WORK TO COMPLETE:
Using the records below, output the stretch that opens with the line containing "epoch in linking;\n\" and closes with the line containing "They are kept", exactly and including both lines, with nothing more.

RAW DATA:

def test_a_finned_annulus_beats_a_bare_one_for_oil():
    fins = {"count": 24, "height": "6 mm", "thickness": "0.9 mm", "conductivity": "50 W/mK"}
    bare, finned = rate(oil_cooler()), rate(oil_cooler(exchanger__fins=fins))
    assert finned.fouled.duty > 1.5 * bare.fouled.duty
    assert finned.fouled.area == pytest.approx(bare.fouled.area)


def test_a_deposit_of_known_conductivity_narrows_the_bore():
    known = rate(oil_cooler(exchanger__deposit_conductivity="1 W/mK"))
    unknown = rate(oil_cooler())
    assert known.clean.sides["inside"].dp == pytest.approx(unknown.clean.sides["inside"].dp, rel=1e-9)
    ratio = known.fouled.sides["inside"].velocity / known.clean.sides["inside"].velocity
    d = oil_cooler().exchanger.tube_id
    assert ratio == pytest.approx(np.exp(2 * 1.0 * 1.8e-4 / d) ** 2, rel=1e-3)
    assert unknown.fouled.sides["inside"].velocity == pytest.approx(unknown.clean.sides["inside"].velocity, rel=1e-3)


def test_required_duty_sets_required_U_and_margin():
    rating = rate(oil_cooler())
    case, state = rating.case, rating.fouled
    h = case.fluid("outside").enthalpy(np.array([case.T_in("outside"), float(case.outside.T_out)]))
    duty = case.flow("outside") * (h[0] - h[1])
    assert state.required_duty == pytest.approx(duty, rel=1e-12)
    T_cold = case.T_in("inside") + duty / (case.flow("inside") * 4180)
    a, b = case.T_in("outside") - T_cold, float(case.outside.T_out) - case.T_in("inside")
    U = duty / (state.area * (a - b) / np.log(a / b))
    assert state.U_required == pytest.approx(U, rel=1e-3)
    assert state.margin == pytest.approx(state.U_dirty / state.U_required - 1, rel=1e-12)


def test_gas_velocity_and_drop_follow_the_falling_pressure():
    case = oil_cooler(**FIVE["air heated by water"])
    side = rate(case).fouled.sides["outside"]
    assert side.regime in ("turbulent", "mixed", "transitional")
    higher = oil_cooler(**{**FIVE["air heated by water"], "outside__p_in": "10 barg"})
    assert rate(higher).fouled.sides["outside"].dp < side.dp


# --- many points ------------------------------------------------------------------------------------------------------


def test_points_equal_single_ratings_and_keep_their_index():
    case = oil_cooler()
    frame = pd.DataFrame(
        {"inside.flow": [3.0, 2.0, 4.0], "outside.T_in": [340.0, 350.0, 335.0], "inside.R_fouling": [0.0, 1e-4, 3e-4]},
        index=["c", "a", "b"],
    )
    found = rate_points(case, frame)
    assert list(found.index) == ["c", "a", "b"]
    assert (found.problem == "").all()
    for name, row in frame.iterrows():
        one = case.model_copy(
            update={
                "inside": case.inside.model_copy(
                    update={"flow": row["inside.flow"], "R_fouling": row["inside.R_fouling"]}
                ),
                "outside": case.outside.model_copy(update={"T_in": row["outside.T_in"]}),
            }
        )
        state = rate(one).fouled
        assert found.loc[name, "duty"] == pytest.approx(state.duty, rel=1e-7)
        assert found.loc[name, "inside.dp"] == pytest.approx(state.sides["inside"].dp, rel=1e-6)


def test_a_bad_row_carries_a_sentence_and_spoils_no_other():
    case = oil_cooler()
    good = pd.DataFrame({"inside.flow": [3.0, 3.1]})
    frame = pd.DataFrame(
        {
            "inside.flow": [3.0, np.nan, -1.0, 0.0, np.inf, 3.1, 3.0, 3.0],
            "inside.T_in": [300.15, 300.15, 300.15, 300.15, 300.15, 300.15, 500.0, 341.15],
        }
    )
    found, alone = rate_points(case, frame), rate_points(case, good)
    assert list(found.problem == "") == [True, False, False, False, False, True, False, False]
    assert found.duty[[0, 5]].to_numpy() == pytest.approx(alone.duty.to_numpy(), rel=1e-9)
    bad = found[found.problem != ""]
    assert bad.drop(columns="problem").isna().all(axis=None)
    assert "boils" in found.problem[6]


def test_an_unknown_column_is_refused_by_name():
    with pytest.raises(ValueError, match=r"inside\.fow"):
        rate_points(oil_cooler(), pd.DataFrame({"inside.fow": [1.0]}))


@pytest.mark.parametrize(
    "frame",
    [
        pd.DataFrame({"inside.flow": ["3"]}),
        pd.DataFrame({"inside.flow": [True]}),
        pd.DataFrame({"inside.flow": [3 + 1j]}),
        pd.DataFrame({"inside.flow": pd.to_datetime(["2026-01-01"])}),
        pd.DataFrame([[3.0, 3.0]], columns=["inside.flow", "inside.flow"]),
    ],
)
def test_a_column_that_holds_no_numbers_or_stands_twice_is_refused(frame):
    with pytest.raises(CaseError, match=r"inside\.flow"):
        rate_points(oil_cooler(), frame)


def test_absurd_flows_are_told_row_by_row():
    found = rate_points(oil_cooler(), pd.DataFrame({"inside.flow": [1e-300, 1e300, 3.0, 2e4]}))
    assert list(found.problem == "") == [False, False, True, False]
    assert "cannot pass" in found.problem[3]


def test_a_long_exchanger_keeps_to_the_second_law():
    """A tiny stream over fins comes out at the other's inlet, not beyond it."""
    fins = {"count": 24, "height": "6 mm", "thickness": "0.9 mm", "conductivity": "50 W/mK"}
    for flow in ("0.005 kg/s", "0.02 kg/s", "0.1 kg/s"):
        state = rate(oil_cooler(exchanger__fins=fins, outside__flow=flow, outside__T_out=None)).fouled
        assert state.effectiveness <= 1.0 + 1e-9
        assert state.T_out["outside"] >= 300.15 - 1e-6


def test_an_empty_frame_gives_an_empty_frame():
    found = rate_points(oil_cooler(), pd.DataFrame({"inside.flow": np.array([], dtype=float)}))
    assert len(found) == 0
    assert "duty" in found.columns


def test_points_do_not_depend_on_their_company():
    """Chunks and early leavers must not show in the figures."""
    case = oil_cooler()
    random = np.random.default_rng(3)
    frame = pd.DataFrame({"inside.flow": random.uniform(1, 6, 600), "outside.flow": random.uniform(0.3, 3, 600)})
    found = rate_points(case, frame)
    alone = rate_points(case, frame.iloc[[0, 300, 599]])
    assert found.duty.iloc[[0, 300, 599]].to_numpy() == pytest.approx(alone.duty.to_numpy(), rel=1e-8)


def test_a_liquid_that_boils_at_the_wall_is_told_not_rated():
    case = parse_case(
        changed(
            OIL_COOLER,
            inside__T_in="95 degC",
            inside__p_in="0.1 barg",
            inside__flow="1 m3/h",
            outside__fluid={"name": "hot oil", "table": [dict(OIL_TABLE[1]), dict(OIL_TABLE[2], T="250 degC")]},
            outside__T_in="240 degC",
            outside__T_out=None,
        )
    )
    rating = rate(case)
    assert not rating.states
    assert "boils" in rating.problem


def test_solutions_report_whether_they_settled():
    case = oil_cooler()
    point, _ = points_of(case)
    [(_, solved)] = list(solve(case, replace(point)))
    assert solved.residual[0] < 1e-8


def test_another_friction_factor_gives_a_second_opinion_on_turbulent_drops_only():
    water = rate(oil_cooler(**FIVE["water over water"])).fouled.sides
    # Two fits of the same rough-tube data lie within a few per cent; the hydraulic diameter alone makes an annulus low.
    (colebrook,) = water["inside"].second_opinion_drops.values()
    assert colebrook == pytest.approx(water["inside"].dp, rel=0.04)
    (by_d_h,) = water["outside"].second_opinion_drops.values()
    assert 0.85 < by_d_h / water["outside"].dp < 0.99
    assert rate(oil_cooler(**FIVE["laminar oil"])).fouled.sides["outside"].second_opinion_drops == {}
* * *
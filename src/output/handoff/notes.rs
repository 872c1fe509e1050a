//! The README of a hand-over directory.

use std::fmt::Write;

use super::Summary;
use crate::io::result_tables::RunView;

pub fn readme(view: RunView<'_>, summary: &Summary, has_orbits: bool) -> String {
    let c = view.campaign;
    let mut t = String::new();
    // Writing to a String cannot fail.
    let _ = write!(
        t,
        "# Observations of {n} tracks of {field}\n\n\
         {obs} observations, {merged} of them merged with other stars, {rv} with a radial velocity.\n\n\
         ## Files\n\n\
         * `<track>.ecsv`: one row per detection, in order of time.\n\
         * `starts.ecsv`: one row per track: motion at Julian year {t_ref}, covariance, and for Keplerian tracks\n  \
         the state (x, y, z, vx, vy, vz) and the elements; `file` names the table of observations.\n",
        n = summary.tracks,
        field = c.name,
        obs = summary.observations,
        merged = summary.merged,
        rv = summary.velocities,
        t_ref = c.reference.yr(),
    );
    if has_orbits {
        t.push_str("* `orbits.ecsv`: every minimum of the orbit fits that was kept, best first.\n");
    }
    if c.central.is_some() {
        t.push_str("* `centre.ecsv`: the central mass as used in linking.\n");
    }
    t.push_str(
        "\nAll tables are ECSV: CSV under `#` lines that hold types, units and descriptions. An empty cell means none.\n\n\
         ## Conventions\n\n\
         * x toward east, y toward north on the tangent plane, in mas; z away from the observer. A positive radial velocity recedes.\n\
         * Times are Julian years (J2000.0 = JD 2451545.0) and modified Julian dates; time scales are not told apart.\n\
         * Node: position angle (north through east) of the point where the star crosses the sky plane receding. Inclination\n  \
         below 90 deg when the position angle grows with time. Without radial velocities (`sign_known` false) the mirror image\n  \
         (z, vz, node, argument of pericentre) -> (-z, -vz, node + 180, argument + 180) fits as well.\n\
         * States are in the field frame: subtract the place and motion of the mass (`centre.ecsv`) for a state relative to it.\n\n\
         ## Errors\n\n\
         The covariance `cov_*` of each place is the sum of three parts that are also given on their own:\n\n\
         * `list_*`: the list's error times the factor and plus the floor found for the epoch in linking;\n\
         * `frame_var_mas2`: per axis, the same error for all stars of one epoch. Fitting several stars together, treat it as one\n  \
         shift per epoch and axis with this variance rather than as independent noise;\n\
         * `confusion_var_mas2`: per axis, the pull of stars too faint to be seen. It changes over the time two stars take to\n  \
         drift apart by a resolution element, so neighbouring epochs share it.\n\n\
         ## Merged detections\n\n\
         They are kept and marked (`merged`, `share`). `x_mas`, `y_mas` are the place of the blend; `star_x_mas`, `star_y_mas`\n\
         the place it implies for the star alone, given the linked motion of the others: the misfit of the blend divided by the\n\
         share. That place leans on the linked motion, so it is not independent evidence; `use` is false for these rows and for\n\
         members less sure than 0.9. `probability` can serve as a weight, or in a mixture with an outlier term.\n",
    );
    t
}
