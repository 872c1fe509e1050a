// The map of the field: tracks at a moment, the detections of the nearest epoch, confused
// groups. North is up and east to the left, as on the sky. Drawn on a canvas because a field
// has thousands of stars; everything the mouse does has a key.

ANSWER FOR THE TASK:
         * `list_*`: the list's error times the factor and plus the floor found for the epoch in linking;\n\
         * `frame_var_mas2`: per axis, the same error for all stars of one epoch. Fitting several stars together, treat it as one\n  \
         shift per epoch and axis with this variance rather than as independent noise;\n\
         * `confusion_var_mas2`: per axis, the pull of stars too faint to be seen. It changes over the time two stars take to\n  \
         drift apart by a resolution element, so neighbouring epochs share it.\n\n\
         ## Merged detections\n\n\
         They are kept and marked (`merged`, `share`). `x_mas`, `y_mas` are the place of the blend; `star_x_mas`, `star_y_mas`\n\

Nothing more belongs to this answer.